Clearly, Dr. Peikoff is right that force paralyzes thought. However, I am afraid that he
would not agree with the reasons I have given above for that paralysis. If I understand
him correctly, he holds that force paralyzes thought in some way independently of its
effect on action.
Regarding point (2) of my April note, I do not think it is true that the businessman can
think about raising his price as a fantasy. A man cannot think without a reason, goal, or
purpose, and fantasizing is not thinking. Of course, Dr. Peikoff knows this very well, so
I think he probably was using "think" loosely in point (2). In any case, a
businessman cannot arbitrarily decide to figure out what price he would have charged, when
that thought has no purpose in action.
By contrast, we can imagine purposes for which he would think: (a) He wants to demonstrate
that he still controls his own mind, that his free will is intact, that he can still
choose to think and to think about whatever he wants, in spite of the government's decree.

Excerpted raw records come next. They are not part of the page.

import { DataTypes, type QueryInterface } from "sequelize";

/** The company profile printed on proposals and e-mails, and the proposal numbering. */
const COLUMNS = {
  legal_name: { type: DataTypes.STRING(200), allowNull: true },
  logo_attachment_key: { type: DataTypes.STRING(200), allowNull: true },
  licence_number: { type: DataTypes.STRING(60), allowNull: true },
  address_line1: { type: DataTypes.STRING(160), allowNull: true },
  address_line2: { type: DataTypes.STRING(160), allowNull: true },
  city: { type: DataTypes.STRING(80), allowNull: true },
  region: { type: DataTypes.STRING(80), allowNull: true },
  postal_code: { type: DataTypes.STRING(20), allowNull: true },
  phone: { type: DataTypes.STRING(40), allowNull: true },
  email: { type: DataTypes.STRING(254), allowNull: true },
  website: { type: DataTypes.STRING(200), allowNull: true },
  proposal_terms: { type: DataTypes.TEXT, allowNull: true },
  exclusions: { type: DataTypes.TEXT, allowNull: true },
  warranty: { type: DataTypes.TEXT, allowNull: true },
  proposal_prefix: { type: DataTypes.STRING(12), allowNull: false, defaultValue: "" },
  next_proposal_number: { type: DataTypes.INTEGER.UNSIGNED, allowNull: false, defaultValue: 1 },
};

export async function up(qi: QueryInterface) {
  for (const [name, spec] of Object.entries(COLUMNS)) await qi.addColumn("companies", name, spec);
}

export async function down(qi: QueryInterface) {
  for (const name of Object.keys(COLUMNS).reverse()) await qi.removeColumn("companies", name);
}
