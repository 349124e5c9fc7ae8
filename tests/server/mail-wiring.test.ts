import { afterAll, beforeAll, describe, expect, it } from "vitest";
import { loadConfig } from "../../server/config";
import { startServer, type RunningServer } from "../../server/index";
import { DEMO_PASSWORD, DEMO_USERS } from "../../server/db/seeders/demo";
import { truncateAll } from "../helpers/db";

// The whole server as `npm start` runs it (catcher in-process, outbox worker polling), on the test database.
// startServer binds the models to its own connection, so this file runs nothing else.
let server: RunningServer;
let cookie = "";

async function call(method: string, path: string, body?: unknown, csrf?: string) {
  const res = await fetch(server.url + path, {
    method,
    headers: { "content-type": "application/json", cookie, ...(csrf ? { "x-csrf-token": csrf } : {}) },
    body: body === undefined ? undefined : JSON.stringify(body),
  });
  const set = res.headers.getSetCookie();
  if (set.length) cookie = set.map((c) => c.split(";")[0]).join("; ");
  const text = await res.text();
  return { status: res.status, body: text ? JSON.parse(text) : null };
}

beforeAll(async () => {
  await truncateAll();
  server = await startServer(
    loadConfig({ ...process.env, PORT: "0", HOST: "127.0.0.1", MAIL_CATCHER_PORT: "0", OUTBOX_POLL_MS: "1500" }),
  );
});

afterAll(async () => {
  await server?.close();
});

describe("startServer without SMTP_URL", () => {
  it("runs the catcher and the outbox worker: a reset e-mail shows at /api/dev/mail within 5 s", async () => {
    expect(server.mailCatcher).toBeDefined();
    expect(server.mailCatcher!.port).toBeGreaterThan(0);
    const owner = DEMO_USERS.find((u) => u.role === "owner")!;
    const csrf1 = (await call("GET", "/api/auth/csrf")).body.token as string;
    const started = Date.now();
    expect((await call("POST", "/api/auth/forgot", { email: owner.email }, csrf1)).status).toBe(202);
    const caught = await server.mailCatcher!.waitFor((m) => m.kind === "password_reset", 5_000);
    expect(Date.now() - started).toBeLessThan(5_000);
    expect(caught.to).toEqual([owner.email]);

    const csrf2 = (await call("GET", "/api/auth/csrf")).body.token as string;
    expect((await call("POST", "/api/auth/login", { email: owner.email, password: DEMO_PASSWORD }, csrf2)).status).toBe(200);
    const list = await call("GET", "/api/dev/mail");
    expect(list.status).toBe(200);
    expect(list.body.data.map((m: { subject: string }) => m.subject)).toEqual(["Reset your Ridgewright password"]);
  });
});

(b) He plans to raise his price as a test case to challenge the law in court. (c) He has
decided to break the law and charge the higher price surreptitiously. (d) He wants to
figure out how much his profits are reduced as the basis for a law suitóanother test
case. None of these cases remotely resembles a fantasy.
But my primary point here is the connection between force, action, and mental paralysis. I
think that point can be summed up as follows: that which force removes from the realm of
voluntary human action, force also removes from the realm of thought.